● WORK REQUEST: Both the line with "namespace fs = std::filesystem;" and the line with "if (keep &&" in the records below must appear in the output, along with every line between them, exactly and with nothing added.

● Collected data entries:
■ ■ ■
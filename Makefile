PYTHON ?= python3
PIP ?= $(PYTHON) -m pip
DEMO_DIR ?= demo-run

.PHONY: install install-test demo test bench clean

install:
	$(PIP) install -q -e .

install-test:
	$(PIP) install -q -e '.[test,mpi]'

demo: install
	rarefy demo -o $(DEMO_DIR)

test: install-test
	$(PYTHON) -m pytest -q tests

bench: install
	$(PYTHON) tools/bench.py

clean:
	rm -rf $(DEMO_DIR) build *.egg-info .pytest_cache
■ ■ ■
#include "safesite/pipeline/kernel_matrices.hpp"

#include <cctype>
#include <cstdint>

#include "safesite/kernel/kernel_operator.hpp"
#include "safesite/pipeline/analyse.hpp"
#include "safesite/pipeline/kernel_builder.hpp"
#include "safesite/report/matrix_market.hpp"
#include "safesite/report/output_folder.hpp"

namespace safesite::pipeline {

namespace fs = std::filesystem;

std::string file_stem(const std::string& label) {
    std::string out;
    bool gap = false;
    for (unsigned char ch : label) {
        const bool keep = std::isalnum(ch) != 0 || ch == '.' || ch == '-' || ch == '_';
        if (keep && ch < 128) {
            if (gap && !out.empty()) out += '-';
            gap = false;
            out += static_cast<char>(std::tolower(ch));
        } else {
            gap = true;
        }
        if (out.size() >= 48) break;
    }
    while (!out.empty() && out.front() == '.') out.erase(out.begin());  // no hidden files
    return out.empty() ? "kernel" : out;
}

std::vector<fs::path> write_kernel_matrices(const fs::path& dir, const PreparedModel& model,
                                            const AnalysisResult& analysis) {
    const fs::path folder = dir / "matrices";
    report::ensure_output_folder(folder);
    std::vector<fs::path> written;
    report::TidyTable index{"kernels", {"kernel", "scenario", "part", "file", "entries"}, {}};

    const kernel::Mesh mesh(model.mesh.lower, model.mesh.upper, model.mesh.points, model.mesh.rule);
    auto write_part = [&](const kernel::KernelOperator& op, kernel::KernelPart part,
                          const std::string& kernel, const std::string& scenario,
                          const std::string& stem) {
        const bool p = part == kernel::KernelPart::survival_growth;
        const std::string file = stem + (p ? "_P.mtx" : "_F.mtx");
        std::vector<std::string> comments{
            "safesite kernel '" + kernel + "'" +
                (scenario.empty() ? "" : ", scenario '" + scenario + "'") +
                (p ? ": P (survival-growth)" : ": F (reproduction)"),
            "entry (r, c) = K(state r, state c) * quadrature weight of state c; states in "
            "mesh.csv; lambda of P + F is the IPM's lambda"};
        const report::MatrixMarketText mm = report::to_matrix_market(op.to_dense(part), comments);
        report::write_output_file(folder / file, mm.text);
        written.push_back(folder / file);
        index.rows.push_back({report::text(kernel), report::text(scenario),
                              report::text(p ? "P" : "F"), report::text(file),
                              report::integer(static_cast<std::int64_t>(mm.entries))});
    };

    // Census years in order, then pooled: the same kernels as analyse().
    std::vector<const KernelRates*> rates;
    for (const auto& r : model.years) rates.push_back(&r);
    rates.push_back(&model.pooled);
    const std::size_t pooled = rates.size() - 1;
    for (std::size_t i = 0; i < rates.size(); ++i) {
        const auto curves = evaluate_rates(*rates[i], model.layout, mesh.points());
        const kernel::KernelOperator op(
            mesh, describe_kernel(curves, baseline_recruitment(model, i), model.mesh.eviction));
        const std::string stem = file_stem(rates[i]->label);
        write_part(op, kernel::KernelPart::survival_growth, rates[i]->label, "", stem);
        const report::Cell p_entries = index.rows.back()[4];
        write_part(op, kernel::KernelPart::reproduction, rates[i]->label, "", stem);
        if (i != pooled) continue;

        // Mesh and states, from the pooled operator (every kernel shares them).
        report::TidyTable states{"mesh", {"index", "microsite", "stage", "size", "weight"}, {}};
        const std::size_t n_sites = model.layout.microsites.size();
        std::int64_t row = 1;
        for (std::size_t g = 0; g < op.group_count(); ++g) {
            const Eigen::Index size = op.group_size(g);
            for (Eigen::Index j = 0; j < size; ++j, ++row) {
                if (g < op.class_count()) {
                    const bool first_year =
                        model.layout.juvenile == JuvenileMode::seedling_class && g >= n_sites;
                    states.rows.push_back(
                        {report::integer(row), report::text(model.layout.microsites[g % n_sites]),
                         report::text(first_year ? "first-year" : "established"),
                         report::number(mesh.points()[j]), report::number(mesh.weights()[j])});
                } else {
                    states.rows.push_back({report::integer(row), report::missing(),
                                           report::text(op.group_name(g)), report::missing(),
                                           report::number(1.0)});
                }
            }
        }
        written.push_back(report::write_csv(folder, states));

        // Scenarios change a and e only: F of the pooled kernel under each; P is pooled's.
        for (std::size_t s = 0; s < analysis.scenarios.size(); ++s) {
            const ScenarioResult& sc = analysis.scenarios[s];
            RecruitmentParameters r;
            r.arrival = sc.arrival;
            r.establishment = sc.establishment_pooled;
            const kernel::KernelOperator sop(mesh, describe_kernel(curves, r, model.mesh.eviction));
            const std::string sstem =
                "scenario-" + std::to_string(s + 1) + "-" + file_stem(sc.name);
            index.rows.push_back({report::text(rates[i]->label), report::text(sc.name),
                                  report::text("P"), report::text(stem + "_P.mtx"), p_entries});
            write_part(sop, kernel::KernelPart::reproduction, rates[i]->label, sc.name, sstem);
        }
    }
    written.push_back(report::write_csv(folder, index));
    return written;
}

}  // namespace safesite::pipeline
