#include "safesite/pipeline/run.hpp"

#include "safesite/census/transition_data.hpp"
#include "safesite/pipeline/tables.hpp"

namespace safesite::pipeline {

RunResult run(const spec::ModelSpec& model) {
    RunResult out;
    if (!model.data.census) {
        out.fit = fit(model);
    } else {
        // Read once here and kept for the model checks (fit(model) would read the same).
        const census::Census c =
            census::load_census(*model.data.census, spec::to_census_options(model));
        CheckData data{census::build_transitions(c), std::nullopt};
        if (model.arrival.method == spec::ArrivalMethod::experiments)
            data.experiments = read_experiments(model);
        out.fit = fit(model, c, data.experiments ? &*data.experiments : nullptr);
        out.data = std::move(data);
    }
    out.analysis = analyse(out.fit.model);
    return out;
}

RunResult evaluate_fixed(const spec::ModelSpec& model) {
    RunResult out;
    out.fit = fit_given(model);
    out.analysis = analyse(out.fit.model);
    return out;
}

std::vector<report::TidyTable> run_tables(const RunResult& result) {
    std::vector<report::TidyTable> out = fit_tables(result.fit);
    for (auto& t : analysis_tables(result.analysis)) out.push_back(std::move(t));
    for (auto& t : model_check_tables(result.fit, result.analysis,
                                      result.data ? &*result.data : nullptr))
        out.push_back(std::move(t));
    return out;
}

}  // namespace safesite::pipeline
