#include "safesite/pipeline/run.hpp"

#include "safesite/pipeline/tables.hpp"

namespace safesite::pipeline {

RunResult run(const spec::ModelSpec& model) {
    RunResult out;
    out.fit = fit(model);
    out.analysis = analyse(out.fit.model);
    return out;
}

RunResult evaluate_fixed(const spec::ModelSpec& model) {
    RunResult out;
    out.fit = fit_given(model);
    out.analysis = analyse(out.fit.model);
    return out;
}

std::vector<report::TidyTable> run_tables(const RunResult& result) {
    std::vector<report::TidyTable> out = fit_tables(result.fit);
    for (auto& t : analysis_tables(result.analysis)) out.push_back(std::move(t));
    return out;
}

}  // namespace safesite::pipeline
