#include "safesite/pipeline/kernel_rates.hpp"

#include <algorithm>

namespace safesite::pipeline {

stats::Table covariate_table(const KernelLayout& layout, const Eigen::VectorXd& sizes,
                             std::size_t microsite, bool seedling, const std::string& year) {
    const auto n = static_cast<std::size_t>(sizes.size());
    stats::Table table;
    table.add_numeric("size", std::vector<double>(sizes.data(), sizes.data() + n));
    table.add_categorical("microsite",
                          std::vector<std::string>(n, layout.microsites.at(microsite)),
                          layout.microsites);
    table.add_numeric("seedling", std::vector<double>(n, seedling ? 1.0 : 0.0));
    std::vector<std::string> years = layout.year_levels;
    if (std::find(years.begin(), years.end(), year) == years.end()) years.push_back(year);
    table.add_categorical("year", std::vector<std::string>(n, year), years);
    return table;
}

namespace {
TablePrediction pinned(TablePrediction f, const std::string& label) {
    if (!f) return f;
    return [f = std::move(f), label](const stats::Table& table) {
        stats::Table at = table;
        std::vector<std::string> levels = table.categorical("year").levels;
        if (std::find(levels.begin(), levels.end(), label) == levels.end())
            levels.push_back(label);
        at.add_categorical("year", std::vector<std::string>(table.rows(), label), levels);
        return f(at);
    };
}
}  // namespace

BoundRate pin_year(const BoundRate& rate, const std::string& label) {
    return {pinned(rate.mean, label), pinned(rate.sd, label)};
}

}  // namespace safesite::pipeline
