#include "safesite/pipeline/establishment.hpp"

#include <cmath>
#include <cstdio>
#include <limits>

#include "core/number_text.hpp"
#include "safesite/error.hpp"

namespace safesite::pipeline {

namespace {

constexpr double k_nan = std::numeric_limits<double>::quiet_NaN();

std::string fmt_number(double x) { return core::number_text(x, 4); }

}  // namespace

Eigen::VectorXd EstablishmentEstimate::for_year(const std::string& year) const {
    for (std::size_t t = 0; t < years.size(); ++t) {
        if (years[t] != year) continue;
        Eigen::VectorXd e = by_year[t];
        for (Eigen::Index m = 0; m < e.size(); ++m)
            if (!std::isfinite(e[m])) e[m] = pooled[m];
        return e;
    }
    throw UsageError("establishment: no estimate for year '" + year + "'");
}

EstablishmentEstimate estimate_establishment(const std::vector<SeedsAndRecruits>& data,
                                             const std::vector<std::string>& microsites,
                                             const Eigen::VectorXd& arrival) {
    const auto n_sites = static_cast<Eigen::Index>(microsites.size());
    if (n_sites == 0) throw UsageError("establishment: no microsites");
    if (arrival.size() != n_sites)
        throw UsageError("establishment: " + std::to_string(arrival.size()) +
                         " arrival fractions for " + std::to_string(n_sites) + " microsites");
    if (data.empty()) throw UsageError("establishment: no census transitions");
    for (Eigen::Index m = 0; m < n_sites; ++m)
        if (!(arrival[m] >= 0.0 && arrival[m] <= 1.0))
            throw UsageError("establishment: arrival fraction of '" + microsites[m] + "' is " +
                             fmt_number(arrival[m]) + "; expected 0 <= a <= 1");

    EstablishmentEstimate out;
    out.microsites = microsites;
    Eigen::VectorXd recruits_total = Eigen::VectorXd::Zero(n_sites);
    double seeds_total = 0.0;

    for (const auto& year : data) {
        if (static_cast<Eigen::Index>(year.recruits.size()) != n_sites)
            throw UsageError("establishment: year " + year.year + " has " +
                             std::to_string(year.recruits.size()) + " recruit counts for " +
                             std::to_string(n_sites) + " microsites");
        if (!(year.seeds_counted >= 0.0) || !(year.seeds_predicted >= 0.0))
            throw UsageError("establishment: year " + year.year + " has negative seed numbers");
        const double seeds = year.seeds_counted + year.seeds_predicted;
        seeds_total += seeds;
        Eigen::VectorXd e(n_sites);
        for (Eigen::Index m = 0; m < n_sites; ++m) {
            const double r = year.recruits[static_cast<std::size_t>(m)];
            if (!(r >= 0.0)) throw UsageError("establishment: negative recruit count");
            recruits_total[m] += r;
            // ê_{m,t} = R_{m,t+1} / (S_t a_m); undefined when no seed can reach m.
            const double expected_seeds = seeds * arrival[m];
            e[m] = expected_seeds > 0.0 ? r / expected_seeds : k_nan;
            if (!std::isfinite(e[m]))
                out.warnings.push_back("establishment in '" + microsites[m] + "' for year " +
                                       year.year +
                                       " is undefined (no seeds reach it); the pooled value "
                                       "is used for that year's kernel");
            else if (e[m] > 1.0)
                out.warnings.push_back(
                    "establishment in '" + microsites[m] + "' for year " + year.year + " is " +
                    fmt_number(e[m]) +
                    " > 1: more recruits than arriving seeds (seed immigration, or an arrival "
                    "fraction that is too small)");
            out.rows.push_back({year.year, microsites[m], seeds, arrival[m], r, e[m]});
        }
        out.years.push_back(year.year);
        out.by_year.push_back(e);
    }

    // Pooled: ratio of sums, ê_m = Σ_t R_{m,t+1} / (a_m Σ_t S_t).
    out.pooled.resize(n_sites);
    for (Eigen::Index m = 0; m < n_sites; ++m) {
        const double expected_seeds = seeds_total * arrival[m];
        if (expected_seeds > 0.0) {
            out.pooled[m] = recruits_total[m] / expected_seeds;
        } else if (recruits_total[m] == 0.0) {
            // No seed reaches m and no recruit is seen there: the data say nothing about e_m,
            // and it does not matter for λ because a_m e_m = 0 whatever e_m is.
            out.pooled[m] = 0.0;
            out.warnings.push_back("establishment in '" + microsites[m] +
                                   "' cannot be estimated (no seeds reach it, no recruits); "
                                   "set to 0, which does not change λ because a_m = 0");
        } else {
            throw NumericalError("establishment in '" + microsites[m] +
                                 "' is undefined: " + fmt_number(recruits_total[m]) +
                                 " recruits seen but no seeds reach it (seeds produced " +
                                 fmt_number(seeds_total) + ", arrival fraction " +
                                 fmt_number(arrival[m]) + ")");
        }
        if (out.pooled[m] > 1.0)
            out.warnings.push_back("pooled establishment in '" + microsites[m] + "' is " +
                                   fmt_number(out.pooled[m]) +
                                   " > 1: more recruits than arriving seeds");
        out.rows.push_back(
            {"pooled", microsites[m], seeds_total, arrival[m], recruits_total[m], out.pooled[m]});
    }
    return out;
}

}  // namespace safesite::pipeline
■ ■ ■
● EXERCISE RESULT:
namespace fs = std::filesystem;

std::string file_stem(const std::string& label) {
    std::string out;
    bool gap = false;
    for (unsigned char ch : label) {
        const bool keep = std::isalnum(ch) != 0 || ch == '.' || ch == '-' || ch == '_';
        if (keep && ch < 128) {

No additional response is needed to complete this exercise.